The web page for the output predicate begins with a lot of comments. If you are interested, you can use these comments to determine the meaning of each variable in the predicate, and you can discard them if you are not interested. Some of the variables give the bits of the product. Those variables will appear in unit clauses that force them to take on the appropriate value so that they represent the number you input. Some of the variables give the bits of the first factor. Some of the variables give the bits of the second factor. The remaining variables give the values on the wires in the multiplication circuit that is simulated by the predicate. All of the details should be clear from reading the comments. Likewise the details of how the circuit is wired together should be clear.
To ensure that no factors are found for prime numbers, the circuit
requires, for n-bit inputs, that the first factor
have no more than (n-1) bits and that the second
factor has no more than n/2 (rounded up) bits.
The two basic types of multiplication circuits that are implemented are:
For the two basic types of multipliers, the circuit begins by forming all the products ai * bj where ai is a digit from the first number factor and bj is a digit from the second factor. These products are then added, but each multiplier circuit differs in the details of how they carry out the addition.
In the carry-save circuit, row i of the
circuit adds the product from row i
(ai * b*) with the sum and carry (shifted
one column) to obtain a new sum and a new carry. A special adder is
used to add the final sum and final carry. The products from the
first row must go through a linear number of adders to get to the
special adder.
In the Wallace-tree circuit, the rows (with appropriate shifts) are added in groups of three to produce sums and carries. The sums and carries (with appropriate shifts) are again added in groups of three, and this is repeated until there is just one sum and one carry. Then a special adder is used to add the final sum and the final carry. The products from any row need go through only a logarithmic number of adders before they get to the special adder.
The adder type specifies the special adder. The
n-bit adder uses the algorithm (adapted to binary
numbers) taught in grade school. It is simple, but carries must
propagate through a linear number of addition stages.
The fast adder is a log-time adder taken from
Foundations of Computer Science by Aho and Ullman. If you select
Fast for adder type and Wallace for multiplier type, then no
path in the circuit has length longer than a small constant times the number
of bits needed to specify the input integer. It is an interesting
experimental question as to whether such SAT problems are easier.

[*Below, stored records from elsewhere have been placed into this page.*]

//! Opacity: line profiles and continuum sources.

pub mod stark;
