//! Opacity: line profiles and continuum sources.

pub mod broadening;
pub mod continuum;
pub mod stark;
pub mod voigt;
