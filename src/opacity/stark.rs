//! Linear Stark effect of hydrogen(-like) lines in the quasi-static (Holtsmark) approximation.
//!
//! Physics
//! - Component pattern. In a static field F a parabolic state |n n₁ n₂ m⟩ of a one-electron
//!   ion of nuclear charge Z is shifted to first order by (3/2) n k e a₀ F/Z, k = n₁ − n₂
//!   (Bethe & Salpeter 1957, *Quantum Mechanics of One- and Two-Electron Atoms*, §63–65).
//!   A component n_l k_l m_l → n_u k_u m_u is therefore shifted by ΔE = (3/2) e a₀ F X/Z with
//!   X = n_u k_u − n_l k_l. The parabolic states are obtained here by diagonalising z inside
//!   each (n, m) block of the |n l m⟩ basis, where the only non-zero elements are
//!   ⟨n l m|z|n l−1 m⟩ = −(3/2) n (a₀/Z) √((n²−l²)(l²−m²)/((2l+1)(2l−1))) (Bethe & Salpeter
//!   1957, §63; the sign belongs to radial functions positive at the origin and
//!   Condon–Shortley spherical harmonics). The dipole moments between parabolic states then
//!   follow from the radial integrals ∫R_{n_u l′}R_{n_l l} r³ dr, done by Gauss–Laguerre
//!   quadrature (exact for the polynomial × exponential integrand), and the angular factors
//!   of the rank-1 tensor C¹ (Wigner–Eckart theorem with 3j symbols from Racah's formula;
//!   Edmonds 1957, *Angular Momentum in Quantum Mechanics*). The strength of a component is
//!   the squared dipole moment summed over both polarisations and all m (the intensity of an
//!   isotropic ensemble of field directions); components with equal |X| are merged.
//! - Holtsmark distribution of the field strength of uncorrelated point charges (Holtsmark
//!   1919, Ann. Phys. 363, 577; Chandrasekhar 1943, Rev. Mod. Phys. 15, 1):
//!   W(β) = (2β/π)∫₀^∞ x sin(βx) e^{−x^{3/2}} dx, β = F/F₀, F₀ = 2π(4/15)^{2/3} e N^{2/3}.
//!   Its small-β series and large-β asymptotic series are derived term by term from the
//!   integral; W → A β^{−5/2}, A = 15√2/(8√π) = 1.49603.
//! - Profile. Each pair ±X is a distribution of shifts Δλ = ±C F, C = (3/2) e a₀ λ²|X|/(Z h c);
//!   the pair's density in y = Δλ/(C F₀) is Q(y) = W(|y|)/2. Its Fourier transform is exactly
//!   Q̂(τ) = d/dτ[τ e^{−τ^{3/2}}] = (1 − (3/2)τ^{3/2}) e^{−τ^{3/2}} (because
//!   ∫W(β) sin(βτ)/(βτ) dβ = e^{−τ^{3/2}}, the Fourier transform of the 3-D Holtsmark
//!   density, Chandrasekhar 1943, ch. IV). This closed form is what the Doppler-convolved
//!   component profiles are built from.
//!
//! Numerics. W is interpolated (cubic) in a table of W (1+β²)^{9/4}/β² over u = β/(β+2)
//! (β ≤ 60, built at first use from the series and the Fourier integral), asymptotic series
//! beyond; error ≤ 2e-9 against direct integration. The Doppler convolution of a pair,
//! H(y; r) = (Q ∗ G_r)(y) with G_r the unit Gaussian of 1/e half width r (the Doppler width
//! in units of the component's C F₀), is one universal function of two variables. It is
//! tabulated (~40k Fourier integrals, each row of 403 values of v on one set of nodes with
//! rotated phases, a row built at its first use) in ln(b H) on a grid in (v = y/b,
//! ln r), b = √(1 + r²), for 0.8 ≤ r ≤ 1000, v ≤ 8; outside that: Gauss–Hermite quadrature
//! over Q (4–12 nodes) for r < 0.8, G_r plus the first two Holtsmark corrections for
//! r > 1000, and the double asymptotic series in y^{−3/2} and (r/y)² for the far wing.
//! Error ≤ 1e-6 against a real-space convolution. This was chosen over a per-profile table
//! because widths and density change at every depth point (a profile is built once and
//! called ~50 times), and a profile is then a sum of one look-up per distinct |X|: cost of
//! `phi` ≈ 30 ns (table) to 200 ns (Gauss–Hermite) per component.
//!
//! A Lorentzian (FWHM Γ_λ; radiative, self- and van der Waals broadening) acts on every
//! component: H(y; r, g) = Q ∗ G_r ∗ L_g with g = Γ_λ/(C F₀), whose Fourier transform is
//! Q̂(τ) e^{−r²τ²/4 − gτ/2}. Tables of (H − V)/W (V the unit Voigt function, W the
//! Holtsmark wing regularised at y = 0: the Stark part relative to its own scale, smooth
//! also as g → 0, where ln H is not) in (v = y/b, ln r, q = ln(1 + x/X0)), x = (g/2)/√(1+r²),
//! b = √(1+r²)(1 + x), rows built at first use from the same Fourier rows, tricubic
//! interpolation; for r < 0.8 Gauss–Hermite quadrature over a table of H(·; 0, g) (linear
//! values, bicubic); beyond v = 8: V exactly plus the asymptotic series of the rest,
//! Σ_{m≥1} c_m FT[τ^{3m/2} e^{−gτ/2 − r²τ²/4}], expanded in (b/y)^{1/2} with coefficients
//! computed once per component. Error ≤ 1.3e-5 of the value plus 1 % of the component's
//! peak against the Fourier integral over r ∈ [0.01, 2e5], x ∈ [1e-6, 2e4]; whole profiles
//! agree with the Fourier twin to 4e-6 and with a real-space convolution to 1e-6.
//!
//! Electron impacts ([`ElectronGas`], [`impact_hwhm`]): each component n_l k_l m_l → n_u k_u m_u
//! gets the second-order dipole impact width γ = (4π/3) N (ħ/m)² (2m/πkT)^{1/2} R² F/Z² of
//! its state pair, R² = ⟨R²⟩_u + ⟨R²⟩_l − 2⟨R⟩_u·⟨R⟩_l, ⟨R²⟩ of a parabolic state in closed
//! form (9/8) n² (n² − 1 + k² − m²) (a₀/Z)² ([`shell_r_squared`]), F = ½ + ln(ρ_max/ρ_min)
//! (½(ρ_max/ρ_min)² once ρ_max < ρ_min), ρ_min the Weisskopf radius and ρ_max the Debye
//! length, shortened to v/Δω in the wing. The off-diagonal (interference) part of the impact
//! operator is neglected: each component is broadened by its own width. Shortening ρ_max
//! along the wing takes area out of the components' Lorentz wings (the collisions slower
//! than 1/Δω no longer shift the line by Δω but by less, so their share belongs nearer the
//! core): 0.3 % for Hα and 1.1 % for Hβ at n_e = 10¹⁵ cm⁻³ and 10⁴ K, 8.5 % for Hβ and
//! 28 % for Hδ at 10¹⁷. The profile is rescaled by 1/(1 + ∫ change) so that its area stays
//! 1 (the sum rule: a line's integrated absorption is fixed by its f-value), which puts
//! that share back in proportion to the profile, mostly into the core (common practice, no
//! source; not a unified theory). The ions' quasi-static far wing, exact as it stands, is
//! scaled with it: by 1.011 for Hβ and 1.056 for Hδ at 10¹⁵ cm⁻³, 1.09 and 1.39 at 10¹⁷.
//! The change is tapered inside the line core's width (`ImpactWing::correction`); without
//! taper and rescaling the area fell short by 12 % for Hβ and 66 % for Hδ at 10¹⁷ cm⁻³ and
//! 10⁴ K.
//!
//! Not included: ion dynamics, the electrons' quasi-static far wing beyond the Weisskopf
//! frequency, Coulomb focusing of the electrons by ionic emitters (He II), quadratic Stark
//! effect, fine structure, field ionisation, Debye shielding of the ion field, the
//! reduced-mass correction of a₀.

use std::collections::BTreeMap;
use std::f64::consts::PI;
use std::sync::OnceLock;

The predicate generation is written using a Haskell program (inspired by the Lava library). The idea is that one writes completely standard executable specifications for the circuits, and then exploits Haskell type classes to get a non-standard interpretation of the primitives which generates CNF clauses. For example, a half-adder is specified as follows:
halfAdd :: Circuit m => (Bit,Bit) -> m (Bit,Bit)
halfAdd (a,b) =
do carryOut <- and2 (a,b)
sum <- xor2 (a,b)
return (carryOut,sum)
In the standard interpretation, and2 is defined as the
usual operation on booleans:
and2 (Bool x, Bool y) = return (Bool (x && y))In the symbolic interpretation,
and2 instead generates
CNF clauses relating its input variables to its output variables:
and2 (b1, b2) =
do v <- newBitVar
let or1 = Or [b1, b2, notBit v]
or2 = Or [b1, notBit b2, notBit v]
or3 = Or [notBit b1, b2, notBit v]
or4 = Or [notBit b1, notBit b2, v]
addDesc [or1,or2,or3,or4]
return v
This approach to generating the predicates is appealing as it enables
us to use the full power of Haskell to write circuits naturally, test
the circuits extensively using the standard interpretation, and then
simply turn a switch on to use the symbolic interpretation.